Lake District - gets a bit wet at times - that's why they have all those lakes :lol:

Worth an explore though! (Mrs Mel likes the |*Brown* | Kendal Mint Cake) We like getting into the "middle " of the area, where the tourists don't get to so much, and you really are best to do this from a base in the Lakes rather than trying it from day trips - so settle in and ENJOY! (Take a Pakamak or a brolly or both :naughty: )


----------



## MarkF (Jul 5, 2003)

Take umbrellas, cagoules and some board (b.o.r.e.d - gettit) games, you'll need them. I give it 2 days max and you'll end up in the pencil museum just like everybody else.


----------



## minkle (Mar 17, 2008)

Pencil museum..i've avoided it so far.

You'll have a great time in the lakes :good:


----------



## kevkojak (May 14, 2009)

If you're into your cars get down to 'The cars the Star' museum in Keswick. (might be called stars of the cars thinking about it)

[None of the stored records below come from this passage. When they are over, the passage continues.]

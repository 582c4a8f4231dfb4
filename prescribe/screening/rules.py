"""Screening rules as data: loading, validating and the feature vocabulary.

Each rule family lives in one TOML file under ``prescribe/data/rules/screening/``.  A rule
names its condition as structured data (``all`` / ``any`` / ``not`` of leaf tests
``{feature, op, value}``) over a documented set of *derived features* (see
:data:`FEATURES`).  No string is ever evaluated as code.  The same compiled rule
is evaluated by the per-record evaluator and by the vectorised one in
:mod:`prescribe.screening`.

The file format is documented in ``docs/rules.md``.
"""

from __future__ import annotations

import hashlib
import re
import tomllib
from dataclasses import dataclass, field
from pathlib import Path
from typing import Any, Union

from ..errors import RuleFileError
from ..fileio import decode_text
from ..records import (BONE_METASTASES, COGNITION_LEVELS, CONDITIONS, MEDICATION_CLASSES, MENOPAUSE_STATUSES,
                       MOVEMENT_PATTERNS, SEVERITIES, SURGERY_PROCEDURES)

#: Where the shipped rule files live.
DEFAULT_RULES_DIR = Path(__file__).parent.parent / "data" / "rules" / "screening"

#: The release of the rule library; the hash of the files is appended at load time.
RULESET_RELEASE = "2026.12-1"

#: Density categories a rule may set, weakest first (the strongest fired one wins).
CATEGORY_RANK: dict[str, int] = {"normal": 0, "osteopenia": 1, "osteoporosis": 2, "severe_osteoporosis": 3,
                                 # Judged by Z-score (before the menopause, under 50): never mixed with the above.
                                 "within_expected_range_for_age": 4, "below_expected_range_for_age": 5}

#: Severity order used to sort flags: strongest first.
SEVERITY_RANK: dict[str, int] = {name: i for i, name in enumerate(SEVERITIES)}

#: How sure the rule's evidence is (same letters as the published facts table).
CERTAINTIES: dict[str, str] = {
    "verified": "the number was seen in the cited source",
    "secondary": "seen only in a secondary source quoting it",
    "from_memory": "recalled from memory; confirm before relying on it",
    "common_practice": "a rule of thumb of the trade with no single published source",
}

# ---------------------------------------------------------------------------
# The feature vocabulary
# ---------------------------------------------------------------------------

NUMBER, BOOL, TEXT = "number", "bool", "text"


@dataclass(frozen=True)
class Feature:
    """One derived feature a rule condition may test."""

    name: str
    kind: str  # number | bool | text
    description: str
    unit: str | None = None
    choices: tuple[str, ...] = ()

Its a fantastic afternoon out, a private collection of TV and Movie cars, often with special displays - the last one was 'Bond' cars.

It does depend heavily on whether the missis will be bored to tears by a couple of acres of cars...just a suggestion!


----------



## stefano34 (Sep 27, 2009)

Ravenscar(stunning sea views from log cabins at Ravenscar hotel) or Robin Hoods bay you can walk from one to the other(about 10 miles ish or ride your bike TPT no1route IIRC), fantastic scenery...sea the seals on Ravenscar beach...lakes are nice but far too busy IMHO even in winter!


----------



## bridgeman (Dec 9, 2008)

Lake District ? humbug-no car parks (think about it-all those lakes and all those hills and all those people,where do they have space for car parks!)and if you find one with a space its an arm and a leg. Tip--join the National Trust or Scottish National Trust -car parks at their sites are usually free -think scottish trust lets you into england but do check.

If not booked try Northumberland -miles of empty beaches ,mind whole county empty really.


----------



## gregory (Feb 13, 2009)

The Yorkshire Dales mate.. gorgeous place, and pretty much up near the border as far as England goes.

We stayed at a lovely converted family farm cottage thing called Stonelands years ago.. really nice.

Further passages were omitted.